第57話


 昼休み、なぜか百花から、今日のお昼は教室で食べるように言われた。


「お詫びに、ボクの愛情たっぷり手作り弁当を進呈するです」

「すごい重たい弁当だな」

「ボクたちは、もっと重い子を躾けてくるです。それから、赤城さやかさんとの接触は、絶対、絶対に禁止です」


 どれだけ禁止するんだよ。そんなにほいほいエンカウントしないって。だってあの子、女神様だぜ?

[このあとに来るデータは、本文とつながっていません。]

from modalview.model.addresses import Address
from modalview.model.composites import composite_text, is_composite
from modalview.model.filling import place_at
from modalview.model.parts import (
    FREEDOMS,
    Beam,
    Body,
    Damper,
    End,
    Excitation,
    Gear,
    InertiaTensor,
    Link,
    Machine,
    Model,
    Motion,
    Mount,
    RigidLink,
    Shaft,
    Spring,
    Support,
)
from modalview.model.rules_machines import MAGNITUDES
from modalview.model.tolerance_text import tolerance_text
from modalview.model.values import Value
from modalview.units.quantities import Quantity
from modalview.units.show import short

_SPACE, _PLANE, _TRAIN = Motion.SPACE, Motion.PLANE, Motion.SHAFT_TRAIN
_DRAWN_ONLY = (Motion.SINGLE_AXIS, Motion.SHAFT_TRAIN)


@dataclass(frozen=True, slots=True)
class FormLine:
    """One line of a form.

    Parameters
    ----------
    key : str
        The same for the same line of another part.
    label : str
        As a person reads it: "stiffness x".
    address : Address
        Where its text is typed.
    text : str
        As typed; "" where nothing stands.
    quantity, si : Quantity and float, or None
        For the converted value.
    tolerance_address, tolerance : Address or None, str
        Where a tolerance is typed, and the one given; None where there can be none (yet).
    noted : bool
        Whether source and status can be typed: a value stands there.
    source, status : str
    choices : tuple of pairs
        What may stand there and how it is called, where it is one of some words.
    blank : str
        How it is called that none of them stands there.
    hint : str
        What is shown where nothing stands.
    more : bool
        Whether it is folded away with the less usual ones.
    section : str
        Name of the excitation it belongs to; "" for the part itself.
    clears : tuple of Address
        What is taken away when this is given.
    emptied : tuple of Address
        What is taken away when this is emptied.
    group : str
        Lines that must be given together have the same one; ``needed`` tells which cannot be left out.
    needed : bool
    """

    key: str
    label: str
    address: Address
    text: str = ""
    quantity: Quantity | None = None
    si: float | None = None
    tolerance_address: Address | None = None
    tolerance: str = ""
    noted: bool = False
    source: str = ""
    status: str = ""
    choices: tuple[tuple[str, str], ...] = ()
    blank: str = "not told"
    hint: str = ""
    more: bool = False
    section: str = ""
    clears: tuple[Address, ...] = ()
    emptied: tuple[Address, ...] = ()
    group: str = ""
    needed: bool = False

    def typed(self, text: str) -> tuple[tuple[Address, str], ...]:
        """Return what typing a text here types, for `filling.typed_together`."""
        if text.strip():
            return (*((one, "") for one in self.clears), (self.address, text))
        return tuple((one, "") for one in self.emptied or (self.address,))
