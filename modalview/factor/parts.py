"""What a shifted pencil is made of."""

from dataclasses import dataclass

import numpy as np
import numpy.typing as npt
import scipy.sparse as sp


@dataclass(frozen=True, slots=True, eq=False)
class PencilParts:
    """What a shifted pencil is made of.

    Parameters
    ----------
    K, M : csc_array (n, n)
        Symmetric, both triangles stored; N/m and kg or their rotational fellows. M is taken as stored.
    basis : csc_array (n, modes)
        W with W.T M W = 1 and K W zero on massless coordinates.
    formation : csc_array (n, n)
        Sum of |k_i| |a_i| |a_i|.T over the terms of K; |K| where K is given.
    massless : bool array (n,)
        Rows of M that are wholly zero.
    terms : int
        Most terms that meet in one entry of K; 0 where K is given and taken as exact.
    rigid_modes : int
        Known number of motions that stretch nothing.
    definite : bool
        K is a sum of positive terms, so no eigenvalue is negative.
    rows, stiffness : csr_array (t, n), array (t,); or None
        The terms of K, where they are known.
    scale : array (n,) or None
        Metres per unit of each coordinate; None is 1.
    """

    K: sp.csc_array
    M: sp.csc_array
    basis: sp.csc_array
    formation: sp.csc_array
    massless: npt.NDArray[np.bool_]
    terms: int = 0
    rigid_modes: int = 0
    definite: bool = False
    rows: sp.csr_array | None = None
    stiffness: npt.NDArray[np.float64] | None = None
    scale: npt.NDArray[np.float64] | None = None
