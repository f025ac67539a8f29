"""The ratio of a gear pair, exactly as typed."""

from fractions import Fraction
from re import fullmatch

from modalview.model.parts import Gear

MOST_TEETH = 1_000_000


def gear_ratio(given: Gear) -> Fraction | None:
    """Return the rotation of ``to`` over that of ``from``, or None when it is not told rightly.

    >>> from modalview.model.parts import End
    >>> gear_ratio(Gear(id="g", from_=End(body="a"), to=End(body="b"), teeth=(84, 20)))
    Fraction(-21, 5)
    """
    if given.teeth is not None:
        start, stop = given.teeth
        usable = 0 < abs(start) <= MOST_TEETH and 0 < abs(stop) <= MOST_TEETH and (start > 0 or stop > 0)
        return -Fraction(start, stop) if usable else None
    if isinstance(given.ratio, str):
        plain = fullmatch(
            r"([+-]?\d{1,9})(?:/(\d{1,9}))?", given.ratio.replace("\u2212", "-").replace(" ", "")
        )
        below = int(plain[2] or 1) if plain else 0
        return Fraction(int(plain[1]), below) or None if plain and below else None
    if given.ratio is None or not 1e-9 < abs(given.ratio) < 1e9:
        return None
    return Fraction(str(given.ratio))  # as typed: 4.2 is 21/5, not the nearest binary number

 とりあえず、お昼は祐樹と一緒に食べるか。そういえばこいつ、最近はお昼どうしてたんだろうか?


「九十九がいない時は、別の奴と食べてたよ」


 良かった。便所飯とかだったら申し訳なさすぎる。俺の親友に、俺以外の交友関係があって良かったよ。本当に。


「うげ!」


 蓋を開けた瞬間、変な声が出た。だって、白米が見えないほど桜デンブが乱舞して、大小のハートが無数に描かれている。その中心に海苔で『LOVE』という文字がでかでかと描かれている。そして、それ以外におかずは無し。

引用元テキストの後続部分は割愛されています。